COMMENTARY — I’ve written in the past how much I love Dave Rose’s style of basketball. BYU fills it up and basically tries to outrun every team it plays.
It’s fun to watch and creates guys who garner national attention — guys like Jimmer Fredette and Tyler Haws. But it can be very frustrating as well.
“Ball last” mentality is what I like to call it, as in whoever has the ball last is going to win the game. BYU’s football team had it in the 1980s and 1990s, well, sort of. They didn’t play much defense, but their offense was so good under guys like Steve Young, Ty Detmer and Robbie Bosco, that hanging 70 points on the board was not uncommon.

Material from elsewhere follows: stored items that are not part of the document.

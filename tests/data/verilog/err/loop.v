module m(input a, output y);
  wire p, q;
  nand g1 (p, a, q);
  not g2 (q, p);
  assign y = q;
endmodule
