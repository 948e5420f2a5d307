// Found by fuzzing: a stray `endgenerate` once stalled the item loop (a hang).
module m(input a, output y);
  endgenerate
  assign y = a;
endmodule
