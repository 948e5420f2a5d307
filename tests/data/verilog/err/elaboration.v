// Elaboration errors of the Tidewater 7 selector glue, each with what to do about it.
module glue(input [3:0] sel, input [7:0] d, output y, output [1:0] z);
  wire t;
  wire t;
  and g1 (y, d, sel[0]);
  assign z = q + 1;
  sub #(.WIDTH(4)) u1 (.a(sel[1]), .b(t));
  for (k = 0; k < 2; k = k + 1) begin : blk
    assign z[k] = d[k];
  end
endmodule

module sub(input a, output b);
  assign b = a;
endmodule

Back to basketball: BYU is averaging 82.9 points a game, good enough for 31st in the nation out of 346 Division 1 teams. Top 10 percent — pretty good, right?
Maybe, except when you consider that the Cougars have ranked in the top 20 in scoring in the nation the past six years in a row, including last season and 2010 when BYU was second in the USA in points per game.
So what’s going on this year? Well, first of all, the Cougars are only about a point per game less than last season, so it’s not that bad. The scoring around the country seems to be on the upswing (thank goodness, perhaps we won’t have to suffer through an NCAA Championship game in the 50s or 60s).
One problem has been consistency. The Cougars are as hot-and-cold as a team can be. Especially the shooters, Chase Fischer and Nick Emery.
Emery is a freshman who just returned from an LDS Mission. Barring injury or other unforeseen circumstances, he’s going to be a star of Tyler Haws proportions (if not Jimmer). Being a frosh, he’s going to be up and down. That’s what you get with young players. You live with it and think about their bright future and move on.
But Fischer, a senior, is supposed to be above all that streakiness. It blows my mind that he could play 30 minutes in BYU’s loss to Harvard and not make a field goal, not get a steal or a block and only dish out one assist. Especially considering he scored 23 a few days before against Central Michigan and then threw down a whopping 41 points the next day against New Mexico.
In the BYU loss at St. Mary’s, Fischer hit just 2 for 8 from 3-point territory. Two nights later, he lights up Pacific for 23 points, making 6 of 11 deep balls.
There’s no doubt Fischer is an excellent talent and the Cougars wouldn’t be 10-5 without him. But the shooter needs to make shots — every time out. That’s what made Jimmer a superstar — and was BYU’s ultimate undoing in the Sweet Sixteen against Florida in 2011. Nursing a thigh injury, Fredette was 3 for 15 from deep in that game after shooting over 40 percent for the season.
Another issue for the Cougs so far this season has been a lack of interest in sharing the basketball.
Kyle Collinsworth is amazing, the NCAA’s all-time triple-double machine. He passes the ball with gusto. In fact, his assists are at an all-time high at 7.3 per game. He has 110 of them this season, an impressive number through 15 games.
However, the rest of the team has just 130 combined assists. As a team, BYU is 59th in the nation in sharing the basketball. That compares with fifth in the nation last season and a consistent top 20 finish in assists for the past half-decade.
In other words, Collinsworth is the only one sharing the rock.
Lastly, the Cougars are killing themselves at the free throw line. A season ago, BYU was fifth in the nation at the line, making 76.8 percent of their charity shots. This year, the Y ballers are making just 67.3 percent of their free throws. How big a difference is that? Look at it this way: If the Cougars were making 76.8 percent this season, they would have scored 29 more points this season, about two more points per game.
That means games that “got away,” like the Harvard loss and the loss to Long Beach most likely wouldn’t have happened. BYU was a combined 27 for 50 from the line in those two games. Not good.
The bottom line is that the Cougars have some glaring — but fixable — issues this season. And despite all that, they are 10-5 overall and can make a real splash in the West Coast Conference.
A realistic shot at getting into the NCAA Tournament is not out of the question, but a first or second-place finish in the WCC is probably the only way it will happen. And the only way BYU finishes that high is if they become more consistent, share the ball more and hit their free throws.
Up next: BYU has two home games this week with 5-11 Santa Clara in the Marriott Center Thursday (9 p.m. on ESPNU) and 8-6 San Francisco visiting Provo Saturday (7 p.m. on BYUtv).